The American Farm Bureau Federation filed the brief along with 14 other industry groups, including the National Cattlemen’s Beef Association and its associated Public Lands Council, National Corn Growers Association, National Pork Producers Council, and U.S. Poultry & Egg Association.
They joined 14 states asking the court to schedule oral arguments as soon as “practicable” and then declare the 2015 WOTUS rule unlawful. A preliminary injunction issued by the North Dakota court in 2015 remains in place, preventing implementation of WOTUS in 13 states – Alaska, Arizona, Arkansas, Colorado, Idaho, Missouri, Montana, Nebraska, Nevada, New Mexico, North Dakota, South Dakota and Wyoming. (Iowa is separately supporting the states’ request as an intervenor.)
EPA and the Army Corps of Engineers have delayed implementation of the rule until 2020, an action that itself is being challenged in separate lawsuits from other states and environmental groups.

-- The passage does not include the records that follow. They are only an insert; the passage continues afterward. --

import type { Clause, Line, LineOf, Verdict } from '../calc/line.ts';
import type { CombinationRecord, MemberRecord, Summary } from '../calc/record.ts';
import { worstVerdict } from '../calc/verdict.ts';
import { printNumber } from '../units/format.ts';
import type { ResolvedCombination } from './resolved.ts';

const NOWHERE: Clause = { book: 'aisc360-22', clause: 'H1', equation: null };

/** Verdicts that notices and checks of some lines carry. */
const verdictsOf = (lines: readonly Line[]): Verdict[] =>
  lines.flatMap((l): Verdict[] => {
    if (l.kind === 'check') return [l.verdict];
    if (l.kind === 'notice' && l.severity === 'failed') return ['FAILED'];
    if (l.kind === 'notice' && l.severity === 'outside scope') return ['NOT CHECKED'];
    return [];
  });

const ratioText = (check: LineOf<'check'>): string =>
  printNumber(check.ratio, check.print.working ?? { dec: 3 }).text;

/** A member notice that nothing could be checked stops every combination. */
const HALTS: ReadonlySet<string> = new Set(['B4/outside', 'C2/outside']);
const stopped = (memberLines: readonly Line[]): LineOf<'notice'> | undefined =>
  memberLines.find(
    (l): l is LineOf<'notice'> =>
      l.kind === 'notice' && (l.severity === 'failed' || HALTS.has(l.key)),
  );

/** Verdict, ratio and what governs one combination. */
export function combinationSummary(
  c: Pick<ResolvedCombination, 'id' | 'name'>,
  memberLines: readonly Line[],
  lines: readonly Line[],
): Summary {
  const checks = lines.filter((l): l is LineOf<'check'> => l.kind === 'check');
  const worst = checks.reduce<LineOf<'check'> | null>(
    (a, b) => (a && a.ratio >= b.ratio ? a : b),
    null,
  );
  const halt = stopped(memberLines);
  const found = verdictsOf(lines);
  const verdict = halt
    ? worstVerdict(verdictsOf([halt]))
    : found.length === 0
      ? 'NOT CHECKED'
      : worstVerdict(found);
  const numeric = verdict === 'OK' || verdict === 'NOT OK';
  const reason = numeric ? null : (halt ?? reasonOf(lines, verdict));
  const governs = numeric ? worst : reason;
  return {
    verdict,
    ratio: numeric && worst ? worst.ratio : null,
    ratioText: numeric && worst ? ratioText(worst) : null,
    governing: governs
      ? {
          address: memberLines.includes(governs) ? governs.key : `${c.id}:${governs.key}`,
          clause: governs.clause ?? NOWHERE,
          combination: c.id,
          combinationName: c.name,
          title: governs.title,
        }
      : null,
  };
}

/** The notice that a verdict without a ratio rests on. */
const reasonOf = (lines: readonly Line[], verdict: Verdict): Line | undefined =>
  lines.find(
    (l) =>
      l.kind === 'notice' &&
      (l.code === 'no-forces' ||
        l.severity === (verdict === 'FAILED' ? 'failed' : 'outside scope')),
  );

const rank = (s: Summary): number => (s.ratio === null ? -1 : s.ratio);

const worstOf = <T extends { readonly summary: Summary }>(
  parts: readonly T[],
): { verdict: Verdict; worst: T | undefined } => {
  const verdict = worstVerdict(parts.map((p) => p.summary.verdict));
  const worst = parts
    .filter((p) => p.summary.verdict === verdict)
    .reduce<T | undefined>((a, b) => (a && rank(a.summary) >= rank(b.summary) ? a : b), undefined);
  return { verdict, worst };
};

/** The member takes its worst combination: the largest ratio of that verdict, null if it is FAILED or NOT CHECKED. */
export function memberSummary(combinations: readonly CombinationRecord[]): Summary {
  const { verdict, worst } = worstOf(combinations);
  return {
    verdict,
    ratio: worst?.summary.ratio ?? null,
    ratioText: worst?.summary.ratioText ?? null,
    governing: worst?.summary.governing ?? null,
  };
}

export function recordSummary(
  members: readonly MemberRecord[],
): Summary & { member: string | null; unconfirmed: number } {
  const { verdict, worst } = worstOf(members);
  return {
    verdict,
    ratio: worst?.summary.ratio ?? null,
    ratioText: worst?.summary.ratioText ?? null,
    governing: worst?.summary.governing ?? null,
    member: worst?.id ?? null,
    unconfirmed: members.reduce((n, m) => n + m.unconfirmed, 0),
  };
}
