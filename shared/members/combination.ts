import type { LineOf } from '../calc/line.ts';
import type { Quantity } from '../calc/quantity.ts';
import { createRecorder, NotComputable, type Recorder } from '../calc/recorder.ts';
import { firstOrderAxialLimit } from '../standards/aisc360-22/app7.ts';
import { requiredAxial } from '../standards/aisc360-22/app8-b2.ts';
import { stiffnessByNotionalLoad, stiffnessReduction } from '../standards/aisc360-22/c2.ts';
import type { Axial } from '../standards/aisc360-22/h1.ts';
import { requiredTension } from '../standards/aisc360-22/h1-tension.ts';
import { clause } from '../standards/aisc360-22/writer.ts';
import { AXES, type AxialState, type Axis } from './bay-moments.ts';
import { checkSegments } from './check-segments.ts';
import { deflectionLines } from './deflection-lines.ts';
import type { CombinationRun, MemberStrengths } from './member-strengths.ts';
import { bends, type PlaneMoments, planeMoments } from './plane-moments.ts';
import type { ResolvedCombination, ResolvedInput } from './resolved.ts';
import { type Segment, segmentsOf } from './segments.ts';
import { checkShear } from './shear-demand.ts';
import { storyMultiplier, translationMoment } from './sway.ts';

/** A run that has no lines, where nothing of the member is checked. */
export const noRun = (c: ResolvedCombination): CombinationRun => ({
  ...{ lines: [], checks: [], planes: { x: null, y: null }, segments: [null] },
  ...{ bends: bendsOf(c), compressed: c.P.value > 0, tension: c.P.value < 0 },
});

const bendsOf = (c: ResolvedCombination) => ({ x: bends(c, 'x'), y: bends(c, 'y') });

interface Done {
  checks: LineOf<'check'>[];
  planes: Record<Axis, PlaneMoments | null>;
  segments: (string | null)[];
  compressed: boolean;
  tension: boolean;
}

/** All lines of one combination. */
export function runCombination(m: MemberStrengths, c: ResolvedCombination): CombinationRun {
  const r = createRecorder(':');
  const done: Done = {
    ...{ checks: [], planes: { x: null, y: null }, segments: [null] },
    ...{ compressed: c.P.value > 0, tension: c.P.value < 0 },
  };
  try {
    steps(m, c, r, done);
  } catch (error) {
    if (!(error instanceof NotComputable)) throw error;
  }
  return { lines: r.lines, bends: bendsOf(c), ...done };
}

function steps(m: MemberStrengths, c: ResolvedCombination, r: Recorder, done: Done): void {
  const { input, member } = m;
  r.section('given', `Forces of ${c.name}`, clause('C2'));
  const P = r.given('given/P', 'P', 'force', c.P, {
    title:
      input.design === 'ASD'
        ? 'Axial force, ASD load level, compression positive'
        : 'Axial force, compression positive',
  });
  if (c.analysedWith !== null)
    r.notice(
      'given/analysed',
      'caution',
      'analysed-with-another-section',
      `These forces were analysed with ${c.analysedWith}, the member is ${member.section.value}: they are not confirmed until the analysis is run again.`,
      { title: 'Forces of another section', clause: clause('C2') },
    );
  const sway = swayOf(r, m, c);
  if (sway === 'stopped') return;
  const Pr = axialWithSway(r, c, P, sway);
  const sense = r.choice(
    'given/sense',
    [
      { left: Pr, relation: '<', right: 0, outcome: 'the member is in tension' },
      {
        left: Pr,
        relation: '=',
        right: 0,
        outcome: 'there is no axial force: Chapter E does not apply',
      },
    ],
    'the member is in compression',
    { title: 'Sense of the axial force' },
  );
  done.tension = sense === 0;
  done.compressed = sense < 0;
  const axial = done.tension ? tensionOf(r, m, Pr) : compressionOf(r, m, Pr, done.compressed);
  const state =
    done.compressed && m.compression && m.alpha && AXES.some((a) => bends(c, a))
      ? axialState(r, input, Pr, m.alpha, m.compression.Pns)
      : null;
  let start: Quantity | null = null;
  const context = {
    ...m,
    start: () => (start ??= startOfPlaces(r, m)),
  };
  for (const axis of AXES)
    done.planes[axis] = planeMoments(r, context, c, axis, { axial: state, P: Pr }, () => {
      const direction = c.sway?.[axis];
      const B2 = sway?.[axis];
      const Mlt = direction && B2 ? translationMoment(r, axis, direction) : null;
      return B2 && Mlt ? { B2, Mlt } : null;
    });
  const { x, y } = done.planes;
  if (!x || !y) return;
  const segments: readonly Segment[] = segmentsOf(r, context, x);
  done.segments = segments.map((s) => s.id);
  const unknown = done.compressed && !m.compression;
  done.checks.push(
    ...checkSegments(
      r,
      context,
      c,
      { ...axial, unknown, compressed: done.compressed },
      { x, y },
      segments,
    ),
    ...checkShear(r, m, c, { x, y }),
  );
  for (const plane of [x, y]) if (plane.state === 'done') deflectionLines(plane);
}

interface AxialUse {
  readonly axial: Axial | null;
  readonly clause: 'H1.1' | 'H1.2';
}

/** Compression against Pc; in the first-order method its limit too. */
function compressionOf(
  r: Recorder,
  m: MemberStrengths,
  Pr: Quantity,
  compressed: boolean,
): AxialUse {
  const { compression, alpha, input } = m;
  if (!compressed || !compression || !alpha) return { axial: null, clause: 'H1.1' };
  if (compression.Pns && input.analysis.method === 'first-order')
    firstOrderAxialLimit(r, alpha, Pr, compression.Pns);
  return { axial: { Pr, Pc: compression.Pc }, clause: 'H1.1' };
}

/** Tension as a positive force against the strength of D2, as far as that is known. */
function tensionOf(r: Recorder, m: MemberStrengths, P: Quantity): AxialUse {
  const { tension } = m;
  if (!tension) return { axial: null, clause: 'H1.2' };
  const Pr = requiredTension(r, P);
  if (!tension.Pc)
    r.notice(
      'D2/outside',
      'outside scope',
      'tension',
      'The member is in tension, and its rupture strength is not known, as said with the member. Yielding alone is checked.',
      { title: 'Tension', clause: clause('D2', 'D2-2') },
    );
  return { axial: { Pr, Pc: tension.Pc ?? tension.yielding }, clause: 'H1.2' };
}

type Multipliers = Readonly<Record<Axis, Quantity | null>>;

/** B2 of each direction that sways; 'stopped' where a story has none. */
function swayOf(
  r: Recorder,
  { input, alpha }: MemberStrengths,
  c: ResolvedCombination,
): Multipliers | null | 'stopped' {
  if (input.analysis.sway !== 'B2' || !c.sway || !alpha) return null;
  const { sway } = c;
  const of = (axis: Axis) => {
    const direction = sway[axis];
    return direction ? storyMultiplier(r, input, axis, alpha, direction) : null;
  };
  const [x, y] = [of('x'), of('y')];
  if (typeof x === 'string' || typeof y === 'string') return 'stopped';
  return { x, y };
}

/** A-8-2 with the larger of the multipliers; the given force where nothing sways. */
function axialWithSway(
  r: Recorder,
  c: ResolvedCombination,
  Pnt: Quantity,
  sway: Multipliers | null,
): Quantity {
  if (!sway || !c.sway?.P || c.sway.P.value === 0) return Pnt;
  const candidates = AXES.flatMap((axis) => sway[axis] ?? []);
  const [first] = candidates;
  if (!first) return Pnt;
  const Plt = r.given('given/sway/P', 'Plt', 'force', c.sway.P, {
    title: 'Axial force from lateral translation, compression positive',
  });
  const B2 =
    candidates.length === 1
      ? first
      : r.governing('App8/B2', 'max', candidates, {
          title: 'The larger story multiplier',
          symbol: 'B2',
          clause: clause('App. 8.1.1', 'A-8-2'),
        });
  return requiredAxial(r, Pnt, Plt, B2);
}

/** C2.1(d) and C2.3(b), (c): α, and τb where the analysis is direct. Pr is above zero. */
function axialState(
  r: Recorder,
  input: ResolvedInput,
  Pr: Quantity,
  alpha: Quantity,
  Pns: Quantity | null,
): AxialState {
  if (input.analysis.method !== 'direct' || !Pns) return { Pr, alpha, taub: null };
  r.section('C2', 'Stiffness of the direct analysis', clause('C2.3'));
  if (input.provisions.has('C2.3-taub'))
    return { Pr, alpha, taub: stiffnessByNotionalLoad(r, { alpha, Pr, Pns }, null) };
  return { Pr, alpha, taub: stiffnessReduction(r, alpha, Pr, Pns) ?? 'failed' };
}

/** The origin of distances along the member. */
const startOfPlaces = (r: Recorder, { input, member }: MemberStrengths): Quantity =>
  r.given(
    'given/start',
    'z',
    'length',
    { ...member.length, value: 0, text: input.units === 'us' ? '0 ft' : '0 m' },
    { title: 'Start of the member, end A' },
  );
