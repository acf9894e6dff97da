import { placeFormulas } from '../standards/aisc360-22/e2.ts';
import { clause } from '../standards/aisc360-22/writer.ts';
import { type BayMoments, WORD } from './bay-moments.ts';
import type { PlaneMoments } from './plane-moments.ts';

/**
 * For information: the second-order deflection in the middle of each bay with load between its ends,
 * under the loads of this combination and with the stiffness of its moments. No limit is set.
 */
export function deflectionLines(plane: PlaneMoments): void {
  for (const bay of plane.bays) inTheMiddle(plane, bay);
}

function inTheMiddle({ axis }: PlaneMoments, { r, bay, loads, exact }: BayMoments): void {
  if (!exact?.deflection || loads.length === 0) return;
  r.section(
    `L/${axis}`,
    `Deflection in the middle, ${WORD[axis]} axis, for information`,
    clause('L'),
  );
  exact.deflection(
    r,
    `L/${axis}/y`,
    r.formula(placeFormulas.middle, `L/${axis}/z`, { L1: bay.L1 }),
  );
}
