import type { LineOf } from '../calc/line.ts';
import type { Quantity } from '../calc/quantity.ts';
import type { Recorder } from '../calc/recorder.ts';
import { g1Formulas } from '../standards/aisc360-22/g1.ts';
import { clause } from '../standards/aisc360-22/writer.ts';
import { AXES, type Axis, WORD } from './bay-moments.ts';
import type { MemberStrengths } from './member-strengths.ts';
import type { PlaneMoments } from './plane-moments.ts';
import type { ResolvedCombination } from './resolved.ts';
import { shearCheck } from './shear.ts';

/**
 * Whether the shear of a plane can be told: given, or from loads and moments whose diagram is known.
 * Equilibrium decides it, so it is that of first order.
 */
export const shearKnown = (c: ResolvedCombination, axis: Axis): boolean =>
  c.shears[axis] !== null ||
  (!c.sway?.[axis] && (c.moments[axis].max === null || c.loads.some((l) => l.axis === axis)));

/** Required against available shear strength, per plane that has shear. */
export function checkShear(
  r: Recorder,
  m: MemberStrengths,
  c: ResolvedCombination,
  planes: Readonly<Record<Axis, PlaneMoments>>,
): LineOf<'check'>[] {
  return AXES.flatMap((axis) => {
    const Vc = m.shear[axis];
    const plane = planes[axis];
    if (!Vc || !shearKnown(c, axis) || (plane.state !== 'done' && !c.shears[axis])) return [];
    r.section(`G/${axis}`, `Shear, flexure about the ${WORD[axis]} axis`, clause('G1'));
    const Vr = required(r, c, axis, plane);
    return Vr && Vr.value > 0 ? [shearCheck(r, axis, Vr, Vc)] : [];
  });
}

function required(
  r: Recorder,
  c: ResolvedCombination,
  axis: Axis,
  plane: PlaneMoments,
): Quantity | null {
  const given = c.shears[axis];
  const diagram = plane.state === 'done' && !c.sway?.[axis];
  const known = diagram && (!plane.givenMax || c.loads.some((l) => l.axis === axis));
  const candidates = [
    ...(given
      ? [
          r.formula(g1Formulas.size, `G/${axis}/given`, {
            V: r.given(`given/V${axis}`, 'V', 'force', given, {
              title: `Largest shear force from the analysis, bending about the ${WORD[axis]} axis`,
            }),
          }),
        ]
      : []),
    ...(known
      ? plane.bays.flatMap((bay) =>
          bay.state === 'done' ? (bay.first().largestShear?.(bay.r, `G/${axis}`) ?? []) : [],
        )
      : []),
  ];
  const [only] = candidates;
  if (candidates.length <= 1) return only ?? null;
  return r.governing(`G/${axis}/Vr`, 'max', candidates, {
    title: `Required shear strength, flexure about the ${WORD[axis]} axis`,
    symbol: 'Vr',
    clause: clause('G1'),
  });
}
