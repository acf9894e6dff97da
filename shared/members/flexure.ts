import type { Quantity } from '../calc/quantity.ts';
import type { Recorder } from '../calc/recorder.ts';
import { majorFlexureClass, minorFlexureClass } from '../standards/aisc360-22/b4-flexure.ts';
import { availableFlexure } from '../standards/aisc360-22/f1.ts';
import {
  F2_LTB,
  type F2Limits,
  ltbLimitsF2,
  ltbStrengthF2,
  type MajorFlexure,
  plasticMomentMajor,
} from '../standards/aisc360-22/f2.ts';
import { flangeLocalBucklingMajor } from '../standards/aisc360-22/f3.ts';
import { minorFlexuralStrength } from '../standards/aisc360-22/f6.ts';
import { type LtbRange, ltbRangeOf } from '../standards/aisc360-22/ltb-range.ts';
import { clause } from '../standards/aisc360-22/writer.ts';
import type { SectionQuantities, SteelQuantities } from './member-lines.ts';

/** Major-axis strength as far as it does not depend on the combination. */
export interface MajorStrength {
  readonly q: MajorFlexure;
  readonly limits: F2Limits;
  readonly range: LtbRange;
  readonly Lb: Quantity;
  readonly Mp: Quantity;
  readonly FLB: Quantity | null;
  readonly phib: Quantity;
}

/** F2 and F3 up to Cb; null, with an outside-scope notice, where the web is not compact (F4, F5). */
export function majorStrength(
  r: Recorder,
  steel: SteelQuantities,
  s: SectionQuantities,
  Lb: Quantity,
  phib: Quantity,
): MajorStrength | null {
  const { E, Fy } = steel;
  r.section('B4/x', 'Width-to-thickness ratios, major-axis flexure', clause('B4.1'));
  const { flange, web } = majorFlexureClass(r, { E, Fy }, s.lambdaf, s.lambdaw);
  if (web.class !== 'compact') {
    r.notice(
      'F4/outside',
      'outside scope',
      'web-not-compact',
      'The web is not compact in flexure: F4 or F5 applies, which this version does not cover. Major-axis flexure is not checked.',
      {
        title: 'Noncompact or slender web',
        clause: clause(web.class === 'noncompact' ? 'F4' : 'F5'),
      },
    );
    return null;
  }
  r.section('F2', 'Major-axis flexural strength', clause(flange.class === 'compact' ? 'F2' : 'F3'));
  const q: MajorFlexure = { E, Fy, Sx: s.Sx, Zx: s.Zx, ry: s.ry, rts: s.rts, J: s.J, ho: s.ho };
  const Mp = plasticMomentMajor(r, q);
  const limits = ltbLimitsF2(r, q, null, Lb);
  const range = ltbRangeOf(r, F2_LTB, limits, Lb);
  const FLB = flangeLocalBucklingMajor(
    r,
    { E, Fy, Sx: s.Sx, Mp, lambdaf: s.lambdaf, lambdaw: s.lambdaw },
    flange,
  );
  return { q, limits, range, Lb, Mp, FLB, phib };
}

/** Mn and Mc about the major axis once Cb is known; `Cb` is not used where LTB does not apply. */
export function availableMajor(
  r: Recorder,
  design: 'LRFD' | 'ASD',
  m: MajorStrength,
  Cb: Quantity | null,
): Quantity {
  const { range, Lb } = m;
  const LTB =
    Cb && (range === 'inelastic' || range === 'elastic')
      ? ltbStrengthF2(r, m.q, m.limits, m.Mp, { range, Lb, Cb })
      : null;
  const candidates = [LTB ?? m.Mp, ...(m.FLB ? [m.FLB] : [])];
  const Mn = r.governing('F2/Mn', 'min', candidates, {
    title: 'Nominal flexural strength, major axis',
    symbol: 'Mnx',
    clause: clause(m.FLB ? 'F3' : 'F2'),
  });
  return availableFlexure(r, 'x', design, m.phib, Mn);
}

/** F6 with its available strength. */
export function minorStrength(
  r: Recorder,
  design: 'LRFD' | 'ASD',
  steel: SteelQuantities,
  s: SectionQuantities,
  phib: Quantity,
): Quantity {
  const { E, Fy } = steel;
  r.section('B4/y', 'Width-to-thickness ratios, minor-axis flexure', clause('B4.1'));
  const flange = minorFlexureClass(r, { E, Fy }, s.lambdaf);
  r.section('F6', 'Minor-axis flexural strength', clause('F6'));
  const { Mn } = minorFlexuralStrength(
    r,
    { E, Fy, Sy: s.Sy, Zy: s.Zy, lambdaf: s.lambdaf },
    flange,
  );
  return availableFlexure(r, 'y', design, phib, Mn);
}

In the North Dakota case, EPA and the Army Corps of Engineers, as well as the Sierra Club, which has intervened to defend the rule, must file their briefs by July 16. The court previously rejected the government’s attempt to stop the case from being reopened. It had been stayed while the question of where WOTUS cases should be heard was considered by the Supreme Court.
The high court decided that challenges to WOTUS belong in the district courts, not the federal appeals courts, and Chief U.S. District Judge for North Dakota Daniel Hovland ruled May 1 that the case could proceed.
In their brief, the ag groups said that together they “grow virtually every agricultural commodity produced in the United States, including significant portions of the U.S. milk, corn, sugar, egg, pork, and beef supply. Agriculture and agriculture-related industries contributed $775.8 billion to the U.S. gross domestic product in 2012, a 4.8 percent share.”
The groups reiterated their argument for why the rule should be invalidated: It’s “procedurally defective” because the agencies did not properly consider comments and engaged in a “propaganda” campaign aimed at critics; it “reads the term navigable out of the (Clean Water Act) and asserts jurisdiction over remote and isolated features that bear no meaningful relationship to ‘navigable waters’”; and it is unconstitutional, both because it “disrespects the federalist scheme inherent in the CWA” and because it fails to clearly define what is prohibited, thus giving government agents “unchecked discretion to enforce the law in arbitrary and discriminatory ways.”
The brief was filed Friday, the same day that a federal judge in Georgia is expected to rule on a request by 11 states, led by the state of Georgia, to issue a preliminary injunction that would prevent EPA and the Corps from implementing the 2015 rule.
The states in that case, which also include West Virginia and Indiana, fear that if the “applicability rule” delaying WOTUS until 2020 is invalidated, the WOTUS rule would immediately go into effect.
The Farm Bureau and most of the other ag groups also are plaintiffs in another case in Texas, where they are seeking a nationwide injunction of WOTUS. That case has been briefed and argued, but the judge has not issued a decision.